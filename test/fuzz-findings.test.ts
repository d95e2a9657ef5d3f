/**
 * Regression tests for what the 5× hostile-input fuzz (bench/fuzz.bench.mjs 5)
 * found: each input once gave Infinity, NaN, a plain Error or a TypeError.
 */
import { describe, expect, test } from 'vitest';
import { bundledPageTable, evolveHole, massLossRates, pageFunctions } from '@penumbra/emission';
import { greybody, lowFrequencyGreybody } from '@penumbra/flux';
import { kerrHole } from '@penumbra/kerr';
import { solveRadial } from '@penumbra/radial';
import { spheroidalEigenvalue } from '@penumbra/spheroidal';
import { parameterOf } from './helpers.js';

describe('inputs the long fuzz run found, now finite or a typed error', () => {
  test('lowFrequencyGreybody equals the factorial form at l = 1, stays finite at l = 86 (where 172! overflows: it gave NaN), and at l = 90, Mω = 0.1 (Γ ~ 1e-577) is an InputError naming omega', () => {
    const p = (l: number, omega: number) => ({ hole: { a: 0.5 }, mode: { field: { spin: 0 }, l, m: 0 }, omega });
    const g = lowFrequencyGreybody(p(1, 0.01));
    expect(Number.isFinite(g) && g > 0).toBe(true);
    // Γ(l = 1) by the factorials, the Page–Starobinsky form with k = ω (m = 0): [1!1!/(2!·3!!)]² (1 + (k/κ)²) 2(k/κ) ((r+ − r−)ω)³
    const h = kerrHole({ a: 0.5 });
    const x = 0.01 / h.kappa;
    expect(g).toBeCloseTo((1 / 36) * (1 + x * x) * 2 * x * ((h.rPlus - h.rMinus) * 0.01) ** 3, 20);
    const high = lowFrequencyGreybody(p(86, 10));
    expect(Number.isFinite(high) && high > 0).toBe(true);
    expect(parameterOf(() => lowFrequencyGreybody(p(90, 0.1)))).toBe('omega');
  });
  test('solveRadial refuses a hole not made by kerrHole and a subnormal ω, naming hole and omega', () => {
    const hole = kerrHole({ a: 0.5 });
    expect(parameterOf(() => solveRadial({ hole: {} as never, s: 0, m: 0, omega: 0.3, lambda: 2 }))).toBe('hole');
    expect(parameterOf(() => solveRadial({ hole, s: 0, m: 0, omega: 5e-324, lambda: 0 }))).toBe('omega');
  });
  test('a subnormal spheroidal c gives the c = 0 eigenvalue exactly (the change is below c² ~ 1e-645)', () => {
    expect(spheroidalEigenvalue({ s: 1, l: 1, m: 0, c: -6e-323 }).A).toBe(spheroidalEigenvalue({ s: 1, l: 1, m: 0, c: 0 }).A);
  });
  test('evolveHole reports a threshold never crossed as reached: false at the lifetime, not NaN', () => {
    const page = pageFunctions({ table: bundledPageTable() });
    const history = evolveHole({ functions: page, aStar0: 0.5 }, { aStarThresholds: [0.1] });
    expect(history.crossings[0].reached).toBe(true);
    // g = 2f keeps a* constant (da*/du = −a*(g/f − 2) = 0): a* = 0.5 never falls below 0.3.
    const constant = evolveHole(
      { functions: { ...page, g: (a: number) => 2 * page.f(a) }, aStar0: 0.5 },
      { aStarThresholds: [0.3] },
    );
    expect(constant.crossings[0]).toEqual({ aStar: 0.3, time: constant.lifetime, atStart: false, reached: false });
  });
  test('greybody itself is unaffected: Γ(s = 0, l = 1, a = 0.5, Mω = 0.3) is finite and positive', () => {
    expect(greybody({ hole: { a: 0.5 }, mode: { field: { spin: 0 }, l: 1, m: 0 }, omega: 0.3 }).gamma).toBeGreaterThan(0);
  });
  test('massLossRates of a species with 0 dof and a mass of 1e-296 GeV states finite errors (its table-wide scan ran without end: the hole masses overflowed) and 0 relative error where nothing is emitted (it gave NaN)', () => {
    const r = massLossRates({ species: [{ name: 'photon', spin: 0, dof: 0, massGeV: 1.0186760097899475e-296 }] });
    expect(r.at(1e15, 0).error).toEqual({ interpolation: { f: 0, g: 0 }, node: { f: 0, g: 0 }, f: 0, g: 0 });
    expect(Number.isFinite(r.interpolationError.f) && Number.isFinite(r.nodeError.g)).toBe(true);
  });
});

==

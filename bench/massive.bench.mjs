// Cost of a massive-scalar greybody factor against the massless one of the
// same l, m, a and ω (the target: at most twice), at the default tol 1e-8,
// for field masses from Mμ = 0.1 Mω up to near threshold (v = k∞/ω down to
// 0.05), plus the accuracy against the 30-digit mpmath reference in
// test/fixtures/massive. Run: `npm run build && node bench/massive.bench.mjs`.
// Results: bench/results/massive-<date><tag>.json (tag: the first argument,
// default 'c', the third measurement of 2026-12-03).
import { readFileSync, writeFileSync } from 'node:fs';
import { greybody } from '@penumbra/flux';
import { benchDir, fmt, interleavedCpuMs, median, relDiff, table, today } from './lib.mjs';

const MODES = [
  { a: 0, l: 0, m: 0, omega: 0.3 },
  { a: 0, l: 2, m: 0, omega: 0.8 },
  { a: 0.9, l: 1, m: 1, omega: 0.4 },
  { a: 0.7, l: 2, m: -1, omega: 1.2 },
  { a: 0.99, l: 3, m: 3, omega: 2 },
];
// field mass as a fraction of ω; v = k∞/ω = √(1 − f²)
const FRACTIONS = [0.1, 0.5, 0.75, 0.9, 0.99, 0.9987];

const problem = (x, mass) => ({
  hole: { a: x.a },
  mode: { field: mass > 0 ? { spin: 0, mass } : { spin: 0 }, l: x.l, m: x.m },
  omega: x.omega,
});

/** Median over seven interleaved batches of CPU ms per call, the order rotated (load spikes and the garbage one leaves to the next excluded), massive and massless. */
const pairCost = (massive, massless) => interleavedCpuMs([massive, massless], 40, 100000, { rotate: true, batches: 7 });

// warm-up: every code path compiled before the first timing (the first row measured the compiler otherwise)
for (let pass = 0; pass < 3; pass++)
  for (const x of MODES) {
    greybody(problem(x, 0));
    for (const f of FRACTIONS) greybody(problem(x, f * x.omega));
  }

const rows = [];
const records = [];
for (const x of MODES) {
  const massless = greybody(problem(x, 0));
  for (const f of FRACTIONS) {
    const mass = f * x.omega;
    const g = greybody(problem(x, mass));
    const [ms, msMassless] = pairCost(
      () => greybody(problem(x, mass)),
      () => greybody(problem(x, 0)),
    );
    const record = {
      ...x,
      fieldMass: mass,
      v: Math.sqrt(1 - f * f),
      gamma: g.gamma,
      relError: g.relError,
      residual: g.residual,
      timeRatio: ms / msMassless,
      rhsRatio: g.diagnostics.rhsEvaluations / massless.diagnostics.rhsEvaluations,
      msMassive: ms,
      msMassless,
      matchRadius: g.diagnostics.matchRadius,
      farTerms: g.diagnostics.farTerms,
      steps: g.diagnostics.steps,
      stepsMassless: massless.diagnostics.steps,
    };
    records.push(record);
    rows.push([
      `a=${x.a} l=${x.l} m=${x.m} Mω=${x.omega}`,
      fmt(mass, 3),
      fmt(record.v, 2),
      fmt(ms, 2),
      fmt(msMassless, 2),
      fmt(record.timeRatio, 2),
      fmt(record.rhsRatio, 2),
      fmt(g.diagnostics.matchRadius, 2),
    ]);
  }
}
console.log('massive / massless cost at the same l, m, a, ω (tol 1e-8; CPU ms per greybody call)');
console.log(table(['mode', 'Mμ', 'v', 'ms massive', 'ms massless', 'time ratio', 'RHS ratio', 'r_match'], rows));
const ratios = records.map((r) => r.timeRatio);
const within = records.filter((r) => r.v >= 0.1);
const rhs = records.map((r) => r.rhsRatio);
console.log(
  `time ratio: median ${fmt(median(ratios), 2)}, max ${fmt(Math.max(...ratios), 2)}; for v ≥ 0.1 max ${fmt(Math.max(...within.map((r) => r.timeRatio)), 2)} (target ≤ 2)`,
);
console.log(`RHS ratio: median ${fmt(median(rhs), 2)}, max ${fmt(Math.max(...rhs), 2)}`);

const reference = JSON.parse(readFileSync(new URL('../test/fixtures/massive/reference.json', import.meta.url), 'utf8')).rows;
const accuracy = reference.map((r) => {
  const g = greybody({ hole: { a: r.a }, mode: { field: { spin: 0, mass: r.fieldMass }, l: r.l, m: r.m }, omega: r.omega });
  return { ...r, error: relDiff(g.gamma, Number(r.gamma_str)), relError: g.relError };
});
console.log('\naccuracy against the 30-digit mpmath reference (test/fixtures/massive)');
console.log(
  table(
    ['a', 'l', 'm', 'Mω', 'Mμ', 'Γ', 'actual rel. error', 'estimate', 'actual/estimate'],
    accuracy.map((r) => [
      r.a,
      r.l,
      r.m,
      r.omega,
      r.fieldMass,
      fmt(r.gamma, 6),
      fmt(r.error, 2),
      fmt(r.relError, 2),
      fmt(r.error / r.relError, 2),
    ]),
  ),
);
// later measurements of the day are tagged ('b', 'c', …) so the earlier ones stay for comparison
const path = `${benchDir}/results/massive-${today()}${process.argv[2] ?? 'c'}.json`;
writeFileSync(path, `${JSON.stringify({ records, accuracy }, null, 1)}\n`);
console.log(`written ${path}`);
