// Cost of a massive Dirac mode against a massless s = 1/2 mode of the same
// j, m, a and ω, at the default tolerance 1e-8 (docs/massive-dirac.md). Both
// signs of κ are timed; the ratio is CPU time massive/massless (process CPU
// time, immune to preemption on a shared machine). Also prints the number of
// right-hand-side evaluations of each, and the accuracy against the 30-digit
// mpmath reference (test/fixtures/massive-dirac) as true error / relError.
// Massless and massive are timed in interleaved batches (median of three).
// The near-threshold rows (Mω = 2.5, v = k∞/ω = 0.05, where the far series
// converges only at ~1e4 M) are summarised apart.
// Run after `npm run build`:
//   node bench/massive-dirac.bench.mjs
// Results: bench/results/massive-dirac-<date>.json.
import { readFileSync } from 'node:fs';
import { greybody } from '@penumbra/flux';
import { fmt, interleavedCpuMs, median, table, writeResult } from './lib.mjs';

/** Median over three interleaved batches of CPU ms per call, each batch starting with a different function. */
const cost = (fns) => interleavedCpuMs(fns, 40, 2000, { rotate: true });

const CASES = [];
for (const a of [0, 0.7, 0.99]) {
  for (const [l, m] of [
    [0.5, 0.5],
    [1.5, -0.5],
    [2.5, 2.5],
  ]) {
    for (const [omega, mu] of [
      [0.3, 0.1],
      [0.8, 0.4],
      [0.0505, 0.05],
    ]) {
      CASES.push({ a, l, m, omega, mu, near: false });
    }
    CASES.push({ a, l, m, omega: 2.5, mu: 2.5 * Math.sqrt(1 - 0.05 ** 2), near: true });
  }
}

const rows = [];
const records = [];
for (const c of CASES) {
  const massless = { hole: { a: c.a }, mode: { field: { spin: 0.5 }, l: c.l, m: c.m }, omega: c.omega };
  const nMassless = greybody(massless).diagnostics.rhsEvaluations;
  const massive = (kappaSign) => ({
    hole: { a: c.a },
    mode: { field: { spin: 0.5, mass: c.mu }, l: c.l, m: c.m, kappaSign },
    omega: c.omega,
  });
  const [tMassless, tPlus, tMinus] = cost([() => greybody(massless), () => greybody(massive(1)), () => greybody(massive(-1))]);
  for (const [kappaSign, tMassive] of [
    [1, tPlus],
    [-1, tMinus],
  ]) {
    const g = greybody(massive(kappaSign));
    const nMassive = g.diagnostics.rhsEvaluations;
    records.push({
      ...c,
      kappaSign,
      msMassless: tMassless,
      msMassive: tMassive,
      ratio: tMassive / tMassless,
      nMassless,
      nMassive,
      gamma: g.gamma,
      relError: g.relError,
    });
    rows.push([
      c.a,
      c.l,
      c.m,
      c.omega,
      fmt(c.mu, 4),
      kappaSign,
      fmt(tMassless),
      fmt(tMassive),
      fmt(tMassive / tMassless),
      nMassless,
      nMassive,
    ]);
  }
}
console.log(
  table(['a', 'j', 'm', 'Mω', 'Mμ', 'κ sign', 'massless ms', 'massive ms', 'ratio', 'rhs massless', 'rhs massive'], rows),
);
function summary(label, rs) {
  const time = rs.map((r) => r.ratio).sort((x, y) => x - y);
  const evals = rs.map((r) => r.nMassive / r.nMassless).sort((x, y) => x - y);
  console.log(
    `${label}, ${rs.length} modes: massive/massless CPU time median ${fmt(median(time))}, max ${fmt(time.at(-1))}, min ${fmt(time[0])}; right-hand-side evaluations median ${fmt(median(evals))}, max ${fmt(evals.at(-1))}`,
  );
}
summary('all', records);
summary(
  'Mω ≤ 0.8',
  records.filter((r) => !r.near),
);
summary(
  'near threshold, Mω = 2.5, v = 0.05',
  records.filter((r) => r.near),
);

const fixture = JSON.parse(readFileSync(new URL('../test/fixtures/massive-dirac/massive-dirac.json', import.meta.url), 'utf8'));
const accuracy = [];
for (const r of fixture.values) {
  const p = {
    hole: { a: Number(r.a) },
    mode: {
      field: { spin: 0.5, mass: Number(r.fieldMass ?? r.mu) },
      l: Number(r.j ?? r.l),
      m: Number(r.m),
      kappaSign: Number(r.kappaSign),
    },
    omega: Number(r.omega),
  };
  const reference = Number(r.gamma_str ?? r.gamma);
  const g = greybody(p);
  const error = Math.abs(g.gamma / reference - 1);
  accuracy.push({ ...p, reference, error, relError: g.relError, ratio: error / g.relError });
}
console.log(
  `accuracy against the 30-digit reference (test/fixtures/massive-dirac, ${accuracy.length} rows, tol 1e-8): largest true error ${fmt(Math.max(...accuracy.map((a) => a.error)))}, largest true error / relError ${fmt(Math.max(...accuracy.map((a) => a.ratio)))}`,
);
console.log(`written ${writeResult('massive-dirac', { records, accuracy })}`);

= Directions for this task =
From the data, list each line in which the string "mpmath" appears.

= Reply =
// 0.05), plus the accuracy against the 30-digit mpmath reference in
console.log('\naccuracy against the 30-digit mpmath reference (test/fixtures/massive)');
// mpmath reference (test/fixtures/massive-dirac) as true error / relError.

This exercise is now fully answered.